David L. MacFarlane (March 13, 1893 – January 3, 1953) was an American educator most notable for serving as president of the Kansas State Teachers College (KSTC), now known as Emporia State University. Before heading the Kansas State Teachers College, MacFarlane was a professor of history in a couple of institutions in Kansas.

==Biography==

===Early life and education===
David L. MacFarlane was born on March 13, 1893, in Dundee, Scotland and moved to West Warren, Massachusetts, at the age of five. He received both his Bachelor of Arts and Master of Arts from Northwestern University, graduating in 1916 and 1917. He received his doctorate in 1931 from the University of Edinburgh.

During World War I, MacFarlane joined the United States Army serving as a second lieutenant of the infantry. He also served in the United States Army Reserve until 1928. In 1922, he became a professor and head of the history department at Southwestern College from 1922 to 1935.

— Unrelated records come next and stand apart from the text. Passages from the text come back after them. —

/**
 * Solves A x = rhs by multigrid-preconditioned CG. Tolerance is relative to ‖rhs‖ (absolute
 * when rhs = 0); convergence is confirmed on the true residual b − A x. Calls onIteration after
 * each iteration (returning false stops), checks isCancelled between iterations and then throws
 * SolveCancelledError. Returns a new x; the hierarchy's buffers are overwritten.
 *
 * The direction update uses the Polak–Ribière β = z·(r − r_old) / (z_old·r_old) = −z·q_old /
 * (p_old·q_old) (flexible CG, Notay 2000): equal to the classical β in exact arithmetic with a
 * symmetric preconditioner, and robust when the single-precision hierarchy makes the
 * preconditioner symmetric only to round-off. It costs one more dot product, fused with z·r.
 */
export function solve(
  h: Hierarchy,
  rhs: Float64Array,
  opts: IterativeSolveOptions & { x0?: Float64Array } = {},
): IterativeSolveResult {
  const {
    /** @default 1e-10 */ tolerance = 1e-10,
    /** @default 200 */ maxIterations = 200,
    onIteration,
    isCancelled,
    x0,
  } = opts;
  const { op, xp, rp, pp, qp, fixed } = h;
  const lv0 = h.levels[0];
  const off = lv0.off;
  const bp = lv0.b; // the residual as the preconditioner reads it
  const zp = lv0.x; // the preconditioned residual
  const size = h.nx * h.ny;
  if (!(rhs instanceof Float64Array) || rhs.length !== size) throw new RangeError(`rhs must be a Float64Array of length ${size}`);
  if (x0 !== undefined && (!(x0 instanceof Float64Array) || x0.length !== size)) throw new RangeError(`x0 must be a Float64Array of length ${size}`);
  if (!(tolerance >= 0)) throw new RangeError('tolerance must be >= 0');
  if (!Number.isInteger(maxIterations) || maxIterations < 0) throw new RangeError('maxIterations must be an integer >= 0');

  xp.fill(0);
  if (x0 !== undefined) xp.set(x0, off);
  for (let q = 0; q < fixed.length; q++) {
    const k = fixed[q];
    xp[k + off] = rhs[k] / op.c[k];
  }
  // Every pass over the vectors is a small helper function: `solve` itself runs a few times per
  // process and meets its convergence branch late, so V8 often runs it unoptimised (or
  // deoptimises it there); a loop in its body would then box every double it computes
  // (measured: about 200 MB of garbage and 60 scavenges per 1M solve).
  const bb = copyAndSquare(rhs, rp, off);
  const scale = bb > 0 ? Math.sqrt(bb) : 1;

  // r = b − A x
  const trueResidual = (): number => {
    matvecDot(h, xp, qp);
    return Math.sqrt(residualFromProduct(rhs, qp, rp, bp, off)) / scale;
  };
  const norms = new Float64Array(maxIterations + 1);
  let rel: number;
  if (x0 === undefined) {
    // x is zero except on the decoupled (fixed) nodes, where A x = rhs and nobody couples to
    // them: the residual is rhs elsewhere (copied above) and zero there, no product needed
    let rr = bb;
    for (let q = 0; q < fixed.length; q++) {
      const k = fixed[q];
      rr -= rhs[k] * rhs[k];
      rp[k + off] = 0;
    }
    if (bp !== rp) bp.set(rp);
    rel = Math.sqrt(Math.max(rr, 0)) / scale;
  } else {
    rel = trueResidual();
  }
  norms[0] = rel;
  const rel0 = rel;
  let it = 0;
  let converged = rel <= tolerance;
  let pAp = 0;
  let restart = true;
  /** The step alpha of x += alpha p not yet applied to x. */
  let pending = 0;
  while (!converged && it < maxIterations) {
    if (isCancelled !== undefined && isCancelled()) throw new SolveCancelledError();
    applyPreconditioner(h);
    let rz: number, beta: number;
    if (restart) {
      rz = dotPadded(zp, rp, off, size);
      beta = 0;
    } else {
      // qp still holds A p of the previous direction
      dotPair(zp, rp, qp, off, size);
      rz = pair[0];
      beta = -pair[1] / pAp;
    }
    restart = false;
    // x += alpha_old p_old (deferred), p = z + beta p and q = A p in one pass
    pAp = updateMatvecDot(h, zp, beta, pp, qp, xp, pending);
    pending = 0;
    if (!(pAp > 0)) break; // breakdown: the residual is zero to round-off or A is singular here
    const alpha = rz / pAp;
    // x += alpha p is left to the next pass over p (or done below before x is read)
    pending = alpha;
    const rr = updateResidual(rp, alpha, qp, bp, off, size);
    it++;
    rel = Math.sqrt(rr) / scale;
    if (rel <= tolerance) {
      // confirm on the true residual; continue (restarted) if round-off has drifted
      axpyPadded(xp, pending, pp, off, size);
      pending = 0;
      rel = trueResidual();
      if (rel <= tolerance) converged = true;
      else restart = true;
    }
    norms[it] = rel;
    if (onIteration !== undefined && onIteration(it, rel) === false) break;
  }
  if (pending !== 0) axpyPadded(xp, pending, pp, off, size);
  const x = xp.slice(off, off + size);
  const residualNorms = Array.from(norms.subarray(0, it + 1));
  const convergenceFactor = it > 0 && rel0 > 0 ? Math.pow(rel / rel0, 1 / it) : 0;
  return { x, converged, iterations: it, residualNorms, convergenceFactor };
}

===Kansas State Teachers College===
In 1935, MacFarlane was hired as a professor in history at the Kansas State Teachers College in Emporia, Kansas. In 1936, he became dean of men at KSTC and held that position for nine years until being selected as KSTC's tenth president. During MacFarlane's tenure, he was able to gain funds to build the William Allen White Library on the south side of campus and build new residence halls on the north side of campus. in 1952, MacFarlane suffered from heart problems and later died, on January 3, 1953, while still in office.